Collected data:
###

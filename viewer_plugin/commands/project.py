"""``stackdepth project INPUT -o OUTPUT``: a projection along depth, written as OME-TIFF.

Methods: ``peak`` / ``weighted`` / ``tinted`` (depth colour-coded RGB),
``occlusion`` (emission-absorption rendering, front to back) and ``max``
(maximum-intensity projection in the input dtype). The z-step comes from the
file's voxel size unless ``--z-step`` is given; the output keeps the xy pixel
size. Time points are projected one by one; a file with several channels
needs ``--channel``. The work itself is :func:`viewer_plugin.jobs.project_stack`.
"""

from __future__ import annotations

import argparse
import dataclasses
from pathlib import Path
from typing import Any

from ..jobs.choices import (
    PROJECTION_CMAP_HELP,
    DEFAULT_METHOD,
    DEPTH_CODED,
    PROJECTION_METHODS,
    VIEWS,
)
from ._common import (
    CommandError,
    TerminalProgress,
    check_output_path,
    finish_parser,
    in_cli_words,
    print_notes,
    read_input,
    refuse_set,
    write_image,
)


def register(sub: Any) -> None:
    parser = sub.add_parser(
        "project", help="project a z-stack along depth (depth colour, occlusion, max)",
        description="Project a z-stack along depth and write the result as OME-TIFF with the xy "
        f"pixel size. {'/'.join(DEPTH_CODED)} colour-code depth in um (RGB, 8 bits per colour); "
        "occlusion composites front to back (emission-absorption, a rendering); max is the "
        "maximum-intensity projection in the input dtype. Brightness is display contrast, not a "
        "calibrated intensity.")
    parser.add_argument("input", metavar="INPUT", help="OME-TIFF or TIFF z-stack")
    parser.add_argument("-o", "--output", required=True, metavar="OUTPUT",
                        help="output OME-TIFF (.ome.tif)")
    parser.add_argument("--method", default=DEFAULT_METHOD, choices=PROJECTION_METHODS,
                        help=f"projection (default: {DEFAULT_METHOD})")
    parser.add_argument("--cmap", default=None, metavar="NAME",
                        help=PROJECTION_CMAP_HELP)
    parser.add_argument("--depth-range", nargs=2, type=float, metavar=("D0", "D1"),
                        help="depths in um at the two ends of the colour map (default: whole "
                             "stack); with max, of the figure's depth map")
    parser.add_argument("--clim", nargs=2, type=float, metavar=("LO", "HI"),
                        help="display limits in input units (default: 0.1 and 99.9 percentiles)")
    parser.add_argument("--gamma", type=float, default=1.0, help="brightness gamma (default 1)")
    parser.add_argument("--density", type=float, default=None, metavar="D",
                        help="occlusion: extinction per um of a fully bright voxel "
                             "(default 10 / stack depth)")
    parser.add_argument("--view", default="top", choices=VIEWS,
                        help="occlusion: composite from the first (top) or last (bottom) slice")
    parser.add_argument("--z-step", type=float, default=None, metavar="UM",
                        help="slice spacing in um (default: from the file's voxel size)")
    parser.add_argument("--figure", default=None, metavar="FIG",
                        help="also save a figure (.png/.tif/.pdf/.svg) with a scale bar in um and "
                             "its key: depth in um x signal (depth-coded methods), the depth map "
                             "of each maximum with its colour bar in um (max), or a rendering "
                             "note and, with --cmap, the colour bar of depth (occlusion); plus "
                             "FIG.json (parameters) and FIG.methods.txt")
    parser.add_argument("--blank", type=float, default=None, metavar="LO",
                        help="with max and --figure: pixels whose maximum is at or below LO "
                             "(input units) are drawn black, without a depth")
    finish_parser(parser, run, channel_help="channel index for files with several channels")


def _check_options(args: argparse.Namespace) -> None:
    """Options that do not fit the method: say so instead of ignoring them."""
    if args.method != "occlusion":
        refuse_set(args, "only used with --method occlusion", density=None, view="top")
    else:
        refuse_set(args, "not used with --method occlusion", depth_range=None)
    if args.method != "max":
        refuse_set(args, "only used with --method max", blank=None)
    else:
        refuse_set(args, "not used with --method max", clim=None, gamma=1.0)
        if args.figure is None:
            refuse_set(args, "with --method max only used by --figure (the colours of the depth "
                       "map)", cmap=None, depth_range=None, blank=None)


def _check_figure_paths(figure: str, *, overwrite: bool) -> Path:
    from ..jobs.figure import FIGURE_SUFFIXES

    path = Path(figure)
    if path.suffix.lower() not in FIGURE_SUFFIXES:
        raise CommandError(f"--figure: expected a file name ending in {', '.join(FIGURE_SUFFIXES)}, "
                           f"got {path.name}")
    for target in (path, path.with_name(path.name + ".json"), path.with_name(path.name + ".methods.txt")):
        check_output_path(target, overwrite=overwrite, name="--figure")
    return path


def options_from(args: argparse.Namespace) -> Any:
    """The job's options from the command line's arguments."""
    from ..jobs import ProjectionOptions

    return ProjectionOptions(
        method=args.method, cmap=args.cmap,
        depth_range=tuple(args.depth_range) if args.depth_range else None,
        clim=tuple(args.clim) if args.clim else None, gamma=args.gamma, density=args.density,
        view=args.view, z_step=args.z_step)


def run(args: argparse.Namespace) -> int:
    from ..jobs import project_stack, select, write_figure

    _check_options(args)
    output = check_output_path(args.output, overwrite=args.overwrite)
    figure = _check_figure_paths(args.figure, overwrite=args.overwrite) if args.figure else None
    selection = select(read_input(args.input), channel=args.channel,
                       several_times="error" if figure is not None else "keep")
    with TerminalProgress(f"{args.method} projection") as progress:
        projected = project_stack(selection, options_from(args), progress=progress)
    projected = dataclasses.replace(projected, provenance=in_cli_words(projected.provenance))
    pixels, geometry = projected.file_image()
    write_image(output, pixels, geometry, metadata={"projection": projected.provenance},
                overwrite=args.overwrite)
    print_notes(selection.notes + projected.notes)
    d_range = projected.provenance.get("depth_range_um")
    print(f"{output}: {args.method} projection, {geometry.axes} {tuple(pixels.shape)} {pixels.dtype}"
          + (f", depth {d_range[0]:g}-{d_range[1]:g} um" if d_range else ""))
    if figure is not None:
        files = write_figure(projected, figure, overwrite=args.overwrite,
                             blank_at_or_below=args.blank)
        print(f"{files.figure}: figure; parameters in {files.sidecar.name}, methods sentence in "
              f"{files.methods.name}")
    return 0
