The frames are rendered by the projection kernels (:func:`~viewer_plugin.kernels.turning_views`,
:func:`~viewer_plugin.kernels.series_views`) with one display range, density and
depth range for all of them; each frame gets a scale bar and, for depth colour,
the depth key, drawn once with matplotlib (Agg, no pyplot) by the same code as
the figures. MP4 is written through imageio with the imageio-ffmpeg back end (a
packaged ffmpeg), GIF through imageio; both atomically.
"""

from __future__ import annotations

import dataclasses
import math
from dataclasses import dataclass
from pathlib import Path
from typing import Any, Callable, Iterator

import numpy as np

from .._shared.atomic import atomic_write
from .._shared.progress import Progress, sub_progress
from .._shared.validation import (
    check_choice,
    check_int,
    check_interval,
    check_number,
    depth_first,
    fail,
)
from .choices import (
    DEFAULT_CMAP,
    DEFAULT_FPS,
    DEFAULT_FRAMES,
    DEFAULT_MOVIE_METHOD,
    MAX_SIDE,
    MOVIE_METHODS,
    MOVIE_OVER,
    MOVIE_SUFFIXES,
    TURN_AXES,
)
from .provenance import provenance
from .stack import Selection, axis_step, check_some_finite, depth_axis_of, describe_voxel

__all__ = ["Movie", "MovieOptions", "SavedMovie", "check_movie_options", "make_movie",
           "movie_path", "save_movie", "write_movie"]

#: Frames whose longest side is shorter than this (pixels) are enlarged by a whole factor
#: (nearest neighbour), so that the scale bar and the depth key stay legible.
MIN_FRAME_PX = 240
#: Frame sides are padded with black to a multiple of this (the H.264 codec's block).
BLOCK_PX = 16
#: Highest frame rate accepted.
MAX_FPS = 120.0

###

- WHAT TO DO
Return all of the data above exactly, leaving out no line.

- SOLVED PROBLEM
filename viewer_plugin/commands/project.py
"""``stackdepth project INPUT -o OUTPUT``: a projection along depth, written as OME-TIFF.

Methods: ``peak`` / ``weighted`` / ``tinted`` (depth colour-coded RGB),
``occlusion`` (emission-absorption rendering, front to back) and ``max``
(maximum-intensity projection in the input dtype). The z-step comes from the
file's voxel size unless ``--z-step`` is given; the output keeps the xy pixel
size. Time points are projected one by one; a file with several channels
needs ``--channel``. The work itself is :func:`viewer_plugin.jobs.project_stack`.
"""

from __future__ import annotations

import argparse
import dataclasses
from pathlib import Path
from typing import Any

from ..jobs.choices import (
    PROJECTION_CMAP_HELP,
    DEFAULT_METHOD,
    DEPTH_CODED,
    PROJECTION_METHODS,
    VIEWS,
)
from ._common import (
    CommandError,
    TerminalProgress,
    check_output_path,
    finish_parser,
    in_cli_words,
    print_notes,
    read_input,
    refuse_set,
    write_image,
)


def register(sub: Any) -> None:
    parser = sub.add_parser(
        "project", help="project a z-stack along depth (depth colour, occlusion, max)",
        description="Project a z-stack along depth and write the result as OME-TIFF with the xy "
        f"pixel size. {'/'.join(DEPTH_CODED)} colour-code depth in um (RGB, 8 bits per colour); "
        "occlusion composites front to back (emission-absorption, a rendering); max is the "
        "maximum-intensity projection in the input dtype. Brightness is display contrast, not a "
        "calibrated intensity.")
    parser.add_argument("input", metavar="INPUT", help="OME-TIFF or TIFF z-stack")
    parser.add_argument("-o", "--output", required=True, metavar="OUTPUT",
                        help="output OME-TIFF (.ome.tif)")
    parser.add_argument("--method", default=DEFAULT_METHOD, choices=PROJECTION_METHODS,
                        help=f"projection (default: {DEFAULT_METHOD})")
    parser.add_argument("--cmap", default=None, metavar="NAME",
                        help=PROJECTION_CMAP_HELP)
    parser.add_argument("--depth-range", nargs=2, type=float, metavar=("D0", "D1"),
                        help="depths in um at the two ends of the colour map (default: whole "
                             "stack); with max, of the figure's depth map")
    parser.add_argument("--clim", nargs=2, type=float, metavar=("LO", "HI"),
                        help="display limits in input units (default: 0.1 and 99.9 percentiles)")
    parser.add_argument("--gamma", type=float, default=1.0, help="brightness gamma (default 1)")
    parser.add_argument("--density", type=float, default=None, metavar="D",
                        help="occlusion: extinction per um of a fully bright voxel "
                             "(default 10 / stack depth)")
    parser.add_argument("--view", default="top", choices=VIEWS,
                        help="occlusion: composite from the first (top) or last (bottom) slice")
    parser.add_argument("--z-step", type=float, default=None, metavar="UM",
                        help="slice spacing in um (default: from the file's voxel size)")
    parser.add_argument("--figure", default=None, metavar="FIG",
                        help="also save a figure (.png/.tif/.pdf/.svg) with a scale bar in um and "
                             "its key: depth in um x signal (depth-coded methods), the depth map "
                             "of each maximum with its colour bar in um (max), or a rendering "
                             "note and, with --cmap, the colour bar of depth (occlusion); plus "
                             "FIG.json (parameters) and FIG.methods.txt")
    parser.add_argument("--blank", type=float, default=None, metavar="LO",
                        help="with max and --figure: pixels whose maximum is at or below LO "
                             "(input units) are drawn black, without a depth")
    finish_parser(parser, run, channel_help="channel index for files with several channels")


def _check_options(args: argparse.Namespace) -> None:
    """Options that do not fit the method: say so instead of ignoring them."""
    if args.method != "occlusion":
        refuse_set(args, "only used with --method occlusion", density=None, view="top")
    else:
        refuse_set(args, "not used with --method occlusion", depth_range=None)
    if args.method != "max":
        refuse_set(args, "only used with --method max", blank=None)
    else:
        refuse_set(args, "not used with --method max", clim=None, gamma=1.0)
        if args.figure is None:
            refuse_set(args, "with --method max only used by --figure (the colours of the depth "
                       "map)", cmap=None, depth_range=None, blank=None)


def _check_figure_paths(figure: str, *, overwrite: bool) -> Path:
    from ..jobs.figure import FIGURE_SUFFIXES

    path = Path(figure)
    if path.suffix.lower() not in FIGURE_SUFFIXES:
        raise CommandError(f"--figure: expected a file name ending in {', '.join(FIGURE_SUFFIXES)}, "
                           f"got {path.name}")
    for target in (path, path.with_name(path.name + ".json"), path.with_name(path.name + ".methods.txt")):
        check_output_path(target, overwrite=overwrite, name="--figure")
    return path


def options_from(args: argparse.Namespace) -> Any:
    """The job's options from the command line's arguments."""
    from ..jobs import ProjectionOptions

    return ProjectionOptions(
        method=args.method, cmap=args.cmap,
        depth_range=tuple(args.depth_range) if args.depth_range else None,
        clim=tuple(args.clim) if args.clim else None, gamma=args.gamma, density=args.density,
        view=args.view, z_step=args.z_step)


def run(args: argparse.Namespace) -> int:
    from ..jobs import project_stack, select, write_figure

    _check_options(args)
    output = check_output_path(args.output, overwrite=args.overwrite)
    figure = _check_figure_paths(args.figure, overwrite=args.overwrite) if args.figure else None
    selection = select(read_input(args.input), channel=args.channel,
                       several_times="error" if figure is not None else "keep")
    with TerminalProgress(f"{args.method} projection") as progress:
        projected = project_stack(selection, options_from(args), progress=progress)
    projected = dataclasses.replace(projected, provenance=in_cli_words(projected.provenance))
    pixels, geometry = projected.file_image()
    write_image(output, pixels, geometry, metadata={"projection": projected.provenance},
                overwrite=args.overwrite)
    print_notes(selection.notes + projected.notes)
    d_range = projected.provenance.get("depth_range_um")
    print(f"{output}: {args.method} projection, {geometry.axes} {tuple(pixels.shape)} {pixels.dtype}"
          + (f", depth {d_range[0]:g}-{d_range[1]:g} um" if d_range else ""))
    if figure is not None:
        files = write_figure(projected, figure, overwrite=args.overwrite,
                             blank_at_or_below=args.blank)
        print(f"{files.figure}: figure; parameters in {files.sidecar.name}, methods sentence in "
              f"{files.methods.name}")
    return 0
The frames are rendered by the projection kernels (:func:`~viewer_plugin.kernels.turning_views`,
:func:`~viewer_plugin.kernels.series_views`) with one display range, density and
depth range for all of them; each frame gets a scale bar and, for depth colour,
the depth key, drawn once with matplotlib (Agg, no pyplot) by the same code as
the figures. MP4 is written through imageio with the imageio-ffmpeg back end (a
packaged ffmpeg), GIF through imageio; both atomically.
"""

from __future__ import annotations

import dataclasses
import math
from dataclasses import dataclass
from pathlib import Path
from typing import Any, Callable, Iterator

import numpy as np

from .._shared.atomic import atomic_write
from .._shared.progress import Progress, sub_progress
from .._shared.validation import (
    check_choice,
    check_int,
    check_interval,
    check_number,
    depth_first,
    fail,
)
from .choices import (
    DEFAULT_CMAP,
    DEFAULT_FPS,
    DEFAULT_FRAMES,
    DEFAULT_MOVIE_METHOD,
    MAX_SIDE,
    MOVIE_METHODS,
    MOVIE_OVER,
    MOVIE_SUFFIXES,
    TURN_AXES,
)
from .provenance import provenance
from .stack import Selection, axis_step, check_some_finite, depth_axis_of, describe_voxel

__all__ = ["Movie", "MovieOptions", "SavedMovie", "check_movie_options", "make_movie",
           "movie_path", "save_movie", "write_movie"]

#: Frames whose longest side is shorter than this (pixels) are enlarged by a whole factor
#: (nearest neighbour), so that the scale bar and the depth key stay legible.
MIN_FRAME_PX = 240
#: Frame sides are padded with black to a multiple of this (the H.264 codec's block).
BLOCK_PX = 16
#: Highest frame rate accepted.
MAX_FPS = 120.0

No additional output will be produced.